[PATCH v4] Introduce v3 namespaced file capabilities

Tue Jun 13 23:50:25 UTC 2017

Quoting Serge E. Hallyn (serge at hallyn.com):
> Quoting Stefan Berger (stefanb at linux.vnet.ibm.com):
> > On 05/08/2017 02:11 PM, Serge E. Hallyn wrote:
> > >Root in a non-initial user ns cannot be trusted to write a traditional
> > >security.capability xattr.  If it were allowed to do so, then any
> > >unprivileged user on the host could map his own uid to root in a private
> > >namespace, write the xattr, and execute the file with privilege on the
> > >host.
> > >
> > >However supporting file capabilities in a user namespace is very
> > >desirable.  Not doing so means that any programs designed to run with
> > >limited privilege must continue to support other methods of gaining and
> > >dropping privilege.  For instance a program installer must detect
> > >whether file capabilities can be assigned, and assign them if so but set
> > >setuid-root otherwise.  The program in turn must know how to drop
> > >partial capabilities, and do so only if setuid-root.
> > 
> > Hi Serge,
> > 
> > 
> >   I have been looking at patch below primarily to learn how we could
> > apply a similar technique to security.ima and security.evm for a
> > namespaced IMA. From the paragraphs above I thought that you solved
> > the problem of a shared filesystem where one now can write different
> > security.capability xattrs by effectively supporting for example
> > security.capability[uid=1000] and security.capability[uid=2000]
> 
> Interesting idea.  Worth considering.
> 
> > written into the filesystem.

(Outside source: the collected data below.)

import { describe, expect, it } from 'vitest';
import type { RoomWall } from '#shared/contract/overview';
import { aBatch, aRack, aRoomNow, someLimits, STUDIO_ID } from '#shared/words/test-floor';
import { studioFormats } from '../time/studio-formats';
import { shelfDoubts, shelfGroups } from './shelf-groups';
import { StudioLive } from './studio-live';

const formats = studioFormats('Europe/Lisbon', 'C');
const roomId = (number: number) => `room-${number}`;
const room = (number: number, name: string, celsius: number): RoomWall => ({
  ...{ id: roomId(number), name, position: number, limits: someLimits() },
  now: aRoomNow({ roomId: roomId(number), celsius }),
  ribbon: { from: '2026-05-03T14:40:00.000Z', celsius: [] },
  racks: [{ ...aRack(number), roomId: roomId(number) }],
});
const shelfOf = (rack: number, position: number) => aRack(rack).shelves[position - 1]!.id;
const studio = new StudioLive({
  studio: {
    ...{ id: STUDIO_ID, name: 'Quay Street', timeZone: 'Europe/Lisbon', unit: 'C', address: 'Pier 4' },
    ...{ pressureHpa: 1009, quietFrom: null, quietTo: 420, recipients: [], escalateAfterMinutes: 30 },
    ...{ version: 5, role: 'lead' },
  },
  rooms: [room(1, 'Loft', 25.5), room(2, 'Attic', 23.6), room(3, 'Cellar', 19)],
  batches: [aBatch(1, { roomId: roomId(3), rackId: aRack(3).id, shelfId: shelfOf(3, 2), vessels: 30 })],
  alerts: [],
});
const suggested = (vessels: number, limit: number | null) => {
  const best = shelfGroups(studio, vessels, limit, formats).suggestion;
  return best && `${best.roomName}, ${best.name}`;
};

describe('where to put a batch', () => {
  it('is the tightest shelf with room for all of it, in a room well below the wax’s limit', () => {
    expect(suggested(18, 25)).toBe('Cellar, Rack 3, shelf 2');
    expect(suggested(20, 25)).toBe('Cellar, Rack 3, shelf 1');
    // The Cellar has no shelf for so many; the Attic is close to the limit but below it.
    expect(suggested(40, 25)).toBe('Attic, Rack 2, shelf 2');
    expect(suggested(60, 25)).toBeNull();
  });

  it('may be a warm room where the wax does not frost', () => {
    expect(suggested(40, null)).toBe('Loft, Rack 1, shelf 2');
  });

  it('tells what speaks against a shelf', () => {
    const { groups } = shelfGroups(studio, 20, 25, formats);
    expect(groups.at(-1)).toMatchObject({ roomName: 'Loft', tooWarm: true });
    expect(shelfDoubts(groups, shelfOf(1, 1), 20)).toEqual({
      tooWarm: 'Loft is above the frosting limit of this wax now: it may cure sooner and frost.',
      full: '',
    });
    expect(shelfDoubts(groups, shelfOf(3, 2), 20)).toEqual({
      tooWarm: '',
      full: 'This shelf has room for 18 more vessels of 75 mm; this batch takes 20.',
    });
    expect(shelfDoubts(groups, '', 20)).toEqual({ tooWarm: '', full: '' });
  });
});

Each would then become visible as
> > security.capability if the userns mapping is set appropriately.
> > However, this doesn't seem to be how it is implemented. There seems
> 
> Indeed, when I was considering supporting multiple simulatenous
> xattrs, I did it as something like:
> 
> struct vfs_ns_cap_data {
> 	struct {
> 		__le32 permitted;
> 		__le32 inheritable;
> 	} data[VFS_CAP_U32];
> 	__le32 rootid;
> };
> 
> struct vfs_ns_cap {
> 	__le32 magic_etc;
> 	__le32 n_entries;
> 	struct ns_cap_data data[0];
> }; // followed by n_entries of struct ns_cap_data
> 
> You're instead suggesting encoding the rootuid in the name,
> which is interesting.
> 
> > to be only a single such entry with uid appended to it and, if it
> > was a shared filesystem, the first one to set this attribute blocks
> > everyone else from writing the xattr. Is that how it works? Would
> 
> Approximately - indeed there is only a single xattr.  But it can be
> overwritten, so long as the writer has CAP_SETFCAP over the user_ns
> which mounted the filesystem.

Hang on.  I've mis-spoken.  That's the requirement for writing a
v2 xattr.  To write a v3 xattr you only need to be privileged
(with CAP_SETFCAP) against the inode.